# Photoshop CS5 install error.



## farmclan1 (Jun 3, 2010)

I get an error message when trying to download Photoshop CS 5 trial. It says "The file archive part of PS CS5 is missing. Please download all parts. I don't see the exe. file I need on my drive. Is there a way I can just download that file?


----------



## koala (Mar 27, 2005)

Are you downloading from the official site? https://www.adobe.com/cfusion/tdrc/index.cfm?product=photoshop

Are you using a 3rd party download manager?

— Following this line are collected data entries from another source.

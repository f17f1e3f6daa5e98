/** How a parcel's season is stored: Uint16, little-endian, [variable × day], in the order of DAILY_VARIABLES. */
import { DAILY_VARIABLE_COUNT, DAILY_VARIABLES, type DailyVariable, MISSING_STORED } from './types.ts';

const INDEX: ReadonlyMap<string, number> = new Map(DAILY_VARIABLES.map((variable, index) => [variable.id, index]));

/** Place of a variable in storage. */
export function variableIndex(variable: DailyVariable): number {
  return INDEX.get(variable) as number;
}

/** A value as the store holds it: rounded to the variable's scale, clipped to what fits, 65535 for missing. */
export function storedValue(value: number, scale: number): number {
  if (Number.isNaN(value)) return MISSING_STORED;
  const rounded = Math.round(value * scale);
  return rounded < 0 ? 0 : Math.min(rounded, MISSING_STORED - 1);
}

/** The bytes of one parcel as a view on 16-bit numbers; copies only when the bytes are not aligned. */
export function storedArray(bytes: Uint8Array): Uint16Array {
  const aligned = bytes.byteOffset % 2 === 0 ? bytes : Uint8Array.from(bytes); // a Buffer's slice would not copy
  return new Uint16Array(aligned.buffer, aligned.byteOffset, aligned.byteLength >> 1);
}

/**
 * FALLBACK bits of one parcel by day from their bytes: 32 bits a day, or 16 in runs of the first kernel version, told apart by their length.
 */
export function storedFlags(bytes: Uint8Array, dayCount: number): Uint32Array {
  if (bytes.byteLength === 2 * dayCount) return Uint32Array.from(storedArray(bytes));
  const aligned = bytes.byteOffset % 4 === 0 ? bytes : Uint8Array.from(bytes);
  return new Uint32Array(aligned.buffer, aligned.byteOffset, aligned.byteLength >> 2);
}

/**
 * One variable of one parcel over the season, in its own unit; missing is NaN.
 *
 * @param stored [variable × day]
 */
export function dailyValues(stored: Uint16Array, dayCount: number, variable: DailyVariable): Float64Array {
  const index = variableIndex(variable);
  const scale = DAILY_VARIABLES[index].scale;
  const values = new Float64Array(dayCount);
  for (let day = 0; day < dayCount; day++) {
    const raw = stored[index * dayCount + day];
    values[day] = raw === MISSING_STORED ? Number.NaN : raw / scale;
  }
  return values;
}

/** Bytes of one parcel's slice of a batch result [parcel × variable × day]. */
export function parcelBytes(daily: Uint16Array, parcel: number, dayCount: number): Uint8Array {
  const length = DAILY_VARIABLE_COUNT * dayCount;
  const part = daily.subarray(parcel * length, (parcel + 1) * length);
  return new Uint8Array(part.buffer, part.byteOffset, part.byteLength);
}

More details: http://forums.adobe.com/thread/565357


----------



## farmclan1 (Jun 3, 2010)

Yes..I tried the official Adobe site..I had the CS4 trial and uninstalled it, then tried the CS5 trial download and get the error. I fear I may have deleted an exe file when I did that.


----------



## koala (Mar 27, 2005)

If you've deleted the exe and can't recover it from the Recycle Bin, download the whole package again using the Adobe download manager on their site.


----------



## farmclan1 (Jun 3, 2010)

Thanks for your help by the way...I recovered the file from the recycle bin. No go, it still has the same error message. Went to adobe to try to download the whole thing again.as soon as I click install I get the error message and can't continue..I will keep trying though...gotta have it on my machine for school.I'm gonna see if Adobe has any ideas on their support page...


----------